None of this runs until Riftmap has a graph of your organisation to answer the two calls, and that graph is the part worth having. It is one read-only token across your GitLab group or GitHub organisation, no per-repo config and no YAML catalogue to keep current, and once it exists the blast radius of any repository is a single API call. The recipe above is just the reason the scan pays for itself. And there is deliberately no Riftmap Action or GitLab component yet: the gate is forty lines you can read, own, and change, and I would rather ship that than a black box you have to trust. If you would use a maintained drop-in instead, tell me, and I will build it.

Questions engineers actually ask

How do I add a blast radius check to my CI pipeline?

Compose two Riftmap API calls in a CI job. Look the repository up by its path ($CI_PROJECT_PATH on GitLab, ${{ github.repository }} on GitHub Actions) to get its id, then call the impact endpoint to get every repository that declares a dependency on it. Count the direct consumers and comment or route on a threshold. It runs in seconds, needs only a read-only Riftmap key, and works the same whether a person or an agent opened the pull request.
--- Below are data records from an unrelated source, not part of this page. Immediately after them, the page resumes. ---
import pino from 'pino';
import request from 'supertest';
import { afterAll, beforeAll, describe, expect, it } from 'vitest';
import { createApp } from '../../server/app';
import { listRoutes } from '../../server/http/route-inventory';
import { PAYMENT_WEBHOOK_PATH } from '../../server/payments/dev-payments';
import { Client, createTestApp, type TestApp } from '../setup/test-app';
import { makeOrgWithUser, TEST_PASSWORD } from '../setup/factories';

let t: TestApp;
beforeAll(async () => {
  t = await createTestApp({ LOGIN_RATE_LIMIT: '1000' });
});
afterAll(async () => t.close());

const sessionCookie = (res: request.Response) => {
  const cookies = ([] as string[]).concat(res.headers['set-cookie'] ?? []);
  const c = cookies.find((x) => x.startsWith('ridgeload.sid='));
  if (!c) throw new Error(`no session cookie in ${JSON.stringify(cookies)}`);
  return c.split(';').map((p) => p.trim().toLowerCase());
};

describe('the session cookie', () => {
  it('is HttpOnly and SameSite=Lax, and not Secure outside production (plain http on loopback)', async () => {
    const u = await makeOrgWithUser(t.db, 'contractor', 'contractor_owner');
    const c = new Client(t.app);
    const res = await c.login(u.email, TEST_PASSWORD);
    expect(res.status).toBe(200);
    const parts = sessionCookie(res);
    expect(parts).toContain('httponly');
    expect(parts).toContain('samesite=lax');
    expect(parts).not.toContain('secure');
  });

  it('is Secure, HttpOnly and SameSite=Lax in production', async () => {
    const prod = createApp({ config: { ...t.config, isProduction: true }, db: t.db, mailer: t.mail.mailer, logger: pino({ level: 'silent' }) });
    const res = await request(prod).get('/api/auth/csrf').set('X-Forwarded-Proto', 'https');
    expect(res.status).toBe(200);
    const parts = sessionCookie(res);
    expect(parts).toContain('secure');
    expect(parts).toContain('httponly');
    expect(parts).toContain('samesite=lax');
    // Over plain http a production server never hands the cookie out at all.
    const plain = await request(prod).get('/api/auth/csrf');
    expect(([] as string[]).concat(plain.headers['set-cookie'] ?? []).some((x) => x.startsWith('ridgeload.sid='))).toBe(false);
  });
});

describe('CSRF on every write', () => {
  const writes = () => listRoutes(t.app).filter((r) => r.path.startsWith('/api/') && r.method !== 'GET' && r.method !== 'HEAD' && r.path !== PAYMENT_WEBHOOK_PATH);
  const concrete = (path: string) => path.replace(/:token/g, 'a'.repeat(43)).replace(/:[A-Za-z]+/g, '1');

  it('finds the writes in the route inventory (sign-in among them) and leaves out only the signed payment webhook', () => {
    const all = listRoutes(t.app).filter((r) => r.path.startsWith('/api/') && r.method !== 'GET');
    const kept = new Set(writes().map((r) => `${r.method} ${r.path}`));
    const left = all.map((r) => `${r.method} ${r.path}`).filter((k) => !kept.has(k));
    expect(left).toEqual(['POST /api/payments/webhook']);
    expect(writes().map((r) => `${r.method} ${r.path}`)).toContain('POST /api/auth/login');
    expect(writes().length).toBeGreaterThan(40);
  });

  it('refuses every write without the token, with a wrong token and with another session’s token, signed in or not (403 csrf_invalid), changing nothing', async () => {
    const owner = await makeOrgWithUser(t.db, 'merchant', 'merchant_owner');
    const signedIn = new Client(t.app);
    expect((await signedIn.login(owner.email, TEST_PASSWORD)).status).toBe(200);
    const stranger = new Client(t.app);
    const othersToken = await stranger.csrf();
    const anonymous = new Client(t.app);
    await anonymous.csrf();
    const tables = ['users', 'organisations', 'orders', 'projects', 'invitations', 'products', 'sessions'];
    const count = async () => Object.fromEntries(await Promise.all(tables.map(async (x) => [x, Number((await t.db(x).count({ n: '*' }).first())?.n)] as const)));
    const before = await count();
    const failures: string[] = [];
    for (const r of writes()) {
      const path = concrete(r.path);
      const method = r.method.toLowerCase() as 'post' | 'put' | 'patch' | 'delete';
      for (const [who, agent] of [
        ['signed in', signedIn.agent],
        ['signed out', anonymous.agent],
      ] as const) {
        for (const [label, token] of [
          ['no token', undefined],
          ['a wrong token', 'x'.repeat(43)],
          ['another session’s token', othersToken],
        ] as const) {
          let req = agent[method](path).send({ email: owner.email, password: TEST_PASSWORD, name: 'Csrf', role: 'merchant_sales' });
          if (token) req = req.set('X-CSRF-Token', token);
          const res = await req;
          if (res.status !== 403 || res.body?.error?.code !== 'csrf_invalid') failures.push(`${r.method} ${r.path} ${who} with ${label}: ${res.status}`);
        }
      }
    }
    expect(failures).toEqual([]);
    const after = await count();
    expect({ ...after, sessions: 0 }).toEqual({ ...before, sessions: 0 });
  });
});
How do I fail a pull request when it affects too many repos?

Set a threshold on the direct downstream consumer count, exit the CI job non-zero when a change is over it, and mark that job as a required check in branch protection. The more useful default is not to block but to route: keep the job advisory and use the number to request review from the owners of the shared surface when exposure is high. Gate on the consumer count, which is a deterministic graph traversal, rather than on an AI-generated risk score, which is a judgement that can vary between runs.

Do I need cloud credentials to check blast radius in CI?

Not for the artifact layer. Riftmap answers from a dependency graph it built during a one-off scan of your organisation, so the pipeline needs only a read-only Riftmap API key and never touches your cloud. Live-state tools like Overmind and the AWS Config based gates do need cloud access, because they read the current state of your running infrastructure at pull-request time. The trade-off is scope: the artifact graph sees cross-repo build-time dependencies, live-state tools see runtime resources including ones created outside your IaC.

Can an AI coding agent run the same blast-radius check?

Yes, and it matters more for the agent than for a human. A person opening the pull request often half-remembers what is downstream, whereas an agent making the same cross-repo change from a single repository's clone knows nothing about the other repositories at all. The same impact call gives either one the downstream consumer list before the merge, which is context the agent structurally cannot reconstruct on its own.